Task prompt: Pick out every line of the entries below where "return" occurs, and copy those lines.

Entries supplied:
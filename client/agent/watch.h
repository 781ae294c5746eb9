/*
 * What the driver looks at while it waits and plays: the clock that counts, the slot as the service shows it, and the
 * station's own state file.
 */
#ifndef QB_AGENT_WATCH_H
#define QB_AGENT_WATCH_H

#include "client/agent/driver.h"

enum watch_going { GOING_UNKNOWN, GOING_NO, GOING_YES };

struct watch_slot {
	bool held, stopped, reported;
	bool ended;             /* the campaign, before its time */
	int64_t stopped_gps_ns; /* of the standing stop */
	enum watch_going going;
	int host; /* place of the host that plays it; -1 undecided */
	int64_t notes;
};

/* The campaign ended before this slot's freeze: there is nothing to play in it or after it. */
bool watch_ended(const struct watch_slot *seen);

/* The real clock, or under a rehearsal clock the service's. Errors: QB_UNREACHABLE. */
enum qb_status watch_now(struct driver *d, int64_t *now_gps_ns, struct qb_error *e) QB_MUST_USE;
/* GET slots/{n}: this station's part of it. */
enum qb_status watch_slot(struct driver *d, int64_t slot, struct watch_slot *out, struct qb_error *e) QB_MUST_USE;
/* What the answer of slots/{n} says about a station; for watch_slot and its test. Errors: QB_FORMAT. */
enum qb_status watch_slot_parse(const json_t *doc, int64_t slot, const char *station, struct watch_slot *out,
                                struct qb_error *e) QB_MUST_USE;

/*
 * The state file: first line "observing" or "not-observing". Anything else, or a file that cannot be read, counts as
 * not observing: a station that cannot say how it is must not be driven.
 */
bool watch_observing(const char *path);

/* An answer came: contact stands. */
void watch_contact(struct driver *d);
/* No contact for longer than opt.contact_s; never under a rehearsal clock, which stands still without the service. */
bool watch_contact_lost(const struct driver *d);

/* Waits between two looks; short under a rehearsal clock, whose owner is waiting for us. */
void watch_pause(const struct driver *d, bool playing);
bool watch_stopping(const struct driver *d);

#endif
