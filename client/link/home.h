/*
 * The client's home directory: one party's keys, the service it talks to with the key pinned at first contact, and
 * what it remembers (its copy of the ledger, shares, receipts). Mode 0700; secrets are in key files under a passphrase.
 *
 *   key.qbk  key.pub  service.json  ledger.bin  campaigns/<id>/{share.qbk, contribution.qbk, ...}
 */
#ifndef QB_CLIENT_HOME_H
#define QB_CLIENT_HOME_H

#include <stdbool.h>

#include "server/custody/keyfile.h"
#include "server/custody/party.h"

struct home {
	char *dir;        /* owned */
	char *passphrase; /* owned, wiped; NULL until unlocked */
	char name[64];    /* the party's, "" without a key */
	bool has_key;     /* key.pub was read */
	struct party_public pub;
	uint8_t key_id[KEY_ID_BYTES];
	struct party_key key; /* empty until unlocked */
	bool unlocked;
	char url[256]; /* of the service, "" unknown */
	bool has_service;
	uint8_t service_key[SIGN_PUBLIC]; /* pinned */
};

/*
 * Given:    dir         NULL: $QUIETBELL_HOME, else ~/.config/quietbell
 *           create      make it when it is missing
 * Errors:   QB_REFUSED  others can read it; QB_IO, QB_FORMAT
 */
enum qb_status home_open(const char *dir, bool create, struct home *out, struct qb_error *e) QB_MUST_USE;
void home_close(struct home *h); /* wipes */

/* dir/name; the caller frees. home_campaign_path makes campaigns/<id hex>/ as needed. */
char *home_path(const struct home *h, const char *name);
enum qb_status home_campaign_path(const struct home *h, const uint8_t campaign[static 16], const char *name, char **out,
                                  struct qb_error *e) QB_MUST_USE;

/*
 * The passphrase: from the file (mode 0600 or 0400; its first line), else $QUIETBELL_PASSPHRASE_FILE, else asked on the
 * terminal without echo (twice when confirm). Kept in h->passphrase.
 *
 * Errors:   QB_USAGE    there is neither file nor terminal; QB_REFUSED others can read the file
 */
enum qb_status home_passphrase(struct home *h, const char *file, bool confirm, struct qb_error *e) QB_MUST_USE;
/* Reads key.qbk. rehearsal: key files of the interactive level are accepted. QB_CRYPTO: wrong passphrase. */
enum qb_status home_unlock(struct home *h, const char *passphrase_file, bool rehearsal, struct qb_error *e) QB_MUST_USE;
/* Writes key.qbk and key.pub (never over existing ones) with the passphrase set before. */
enum qb_status home_key_new(struct home *h, const char *name, const struct party_key *key, enum keyfile_level level,
                            struct qb_error *e) QB_MUST_USE;
/*
 * Replacing the party's keys, so that a crash at any point leaves the old or the new ones whole: the new ones are
 * staged (key-next.qbk, key-next.pub), announced to the service by the caller, and then take the place of the old ones,
 * which are gone after that.
 *
 * home_keys_staged: *out is empty when none are. home_keys_swap renames.
 */
enum qb_status home_keys_stage(struct home *h, const struct party_key *key, struct qb_error *e) QB_MUST_USE;
enum qb_status home_keys_staged(struct home *h, bool rehearsal, struct party_key *out, struct qb_error *e) QB_MUST_USE;
enum qb_status home_keys_swap(struct home *h, struct qb_error *e) QB_MUST_USE;
/* From here on the unlocked home has these keys; the caller's are taken over. */
void home_keys_use(struct home *h, struct party_key *fresh);
/*
 * A key file is erased: overwritten where it lies, then removed. What the disk or a backup keeps of it elsewhere is out
 * of reach. No file is no error.
 */
enum qb_status home_erase(const char *path, struct qb_error *e) QB_MUST_USE;
/* `next` takes the place of `now`, which is erased; a crash at any point leaves one of them whole under `now`. */
enum qb_status home_replace(const char *next, const char *now, struct qb_error *e) QB_MUST_USE;
/* Pins a service: url and key. QB_CRYPTO when another key is pinned already. */
enum qb_status home_pin(struct home *h, const char *url, const uint8_t key[static SIGN_PUBLIC],
                        struct qb_error *e) QB_MUST_USE;

#endif
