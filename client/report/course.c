/* The course of the campaign in the report: breaks of the blind that people reported, sealed until the opening. */
#include <stdio.h>

#include "client/report/facts.h"
#include "client/report/lines.h"
#include "client/report/page.h"

/* "3, 7 to 9" of [[3,3],[7,9]]. */
static const char *slot_ranges(struct buf *b, const json_t *slots)
{
	size_t i;
	json_t *pair;
	buf_clear(b);
	json_array_foreach((json_t *)(uintptr_t)slots, i, pair)
	{
		const json_int_t from = json_integer_value(json_array_get(pair, 0)),
		                 to = json_integer_value(json_array_get(pair, 1));
		buf_printf(b, "%s%" JSON_INTEGER_FORMAT, i > 0 ? ", " : "", from);
		if (to > from)
			buf_printf(b, " to %" JSON_INTEGER_FORMAT, to);
	}
	return b->len > 0 ? (const char *)b->data : "none in particular";
}

static const char *words_of(const json_t *incident, const char *key)
{
	if (json_is_true(json_object_get(incident, "unreadable")))
		return key[0] == 'k' ? "unreadable" : "what was sealed can't be read";
	return facts_text(incident, key);
}

static void incidents_html(struct buf *out, const json_t *list)
{
	struct buf slots = {0};
	char a[FACT];
	page_table_begin(out, "Reported breaks of the blind", "<filed (UTC)|<by|<kind|<slots|<what happened");
	for (size_t i = 0; i < json_array_size(list); i++) {
		const json_t *x = json_array_get(list, i);
		buf_text(out, "<tr>");
		page_cell(out, "t", page_utc(a, facts_number(x, "filed_gps")));
		page_cell(out, "t", facts_text(x, "by"));
		page_cell(out, "t", words_of(x, "kind"));
		page_cell(out, "w", slot_ranges(&slots, json_object_get(x, "slots")));
		page_cell(out, "w", words_of(x, "text"));
		buf_text(out, "</tr>\n");
	}
	page_table_end(out);
	buf_free(&slots);
}

void course_html(struct buf *out, const json_t *doc)
{
	const json_t *incidents = facts_at(doc, "course.incidents");
	if (json_is_array(incidents) && json_array_size(incidents) == 0)
		buf_text(out, "<p class=\"note\">Nobody reported a break of the blind.</p>\n");
	else if (json_is_array(incidents))
		incidents_html(out, incidents);
}

static void incidents_text(struct buf *out, const json_t *list)
{
	struct buf slots = {0}, line = {0};
	char a[FACT];
	lines_heading(out, "Reported breaks of the blind");
	for (size_t i = 0; i < json_array_size(list); i++) {
		const json_t *x = json_array_get(list, i);
		buf_clear(&line);
		buf_printf(&line, "%s by %s: %s, slots %s: %s", facts_utc(a, facts_number(x, "filed_gps")),
		           facts_text(x, "by"), words_of(x, "kind"), slot_ranges(&slots, json_object_get(x, "slots")),
		           words_of(x, "text"));
		lines_wrap(out, "- ", (const char *)line.data);
	}
	if (json_array_size(list) == 0)
		buf_text(out, "none\n");
	buf_free(&slots);
	buf_free(&line);
}

void course_text(struct buf *out, const json_t *doc)
{
	const json_t *incidents = facts_at(doc, "course.incidents");
	if (json_is_array(incidents))
		incidents_text(out, incidents);
}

Finished task:
	return b->len > 0 ? (const char *)b->data : "none in particular";
		return key[0] == 'k' ? "unreadable" : "what was sealed can't be read";
	return facts_text(incident, key);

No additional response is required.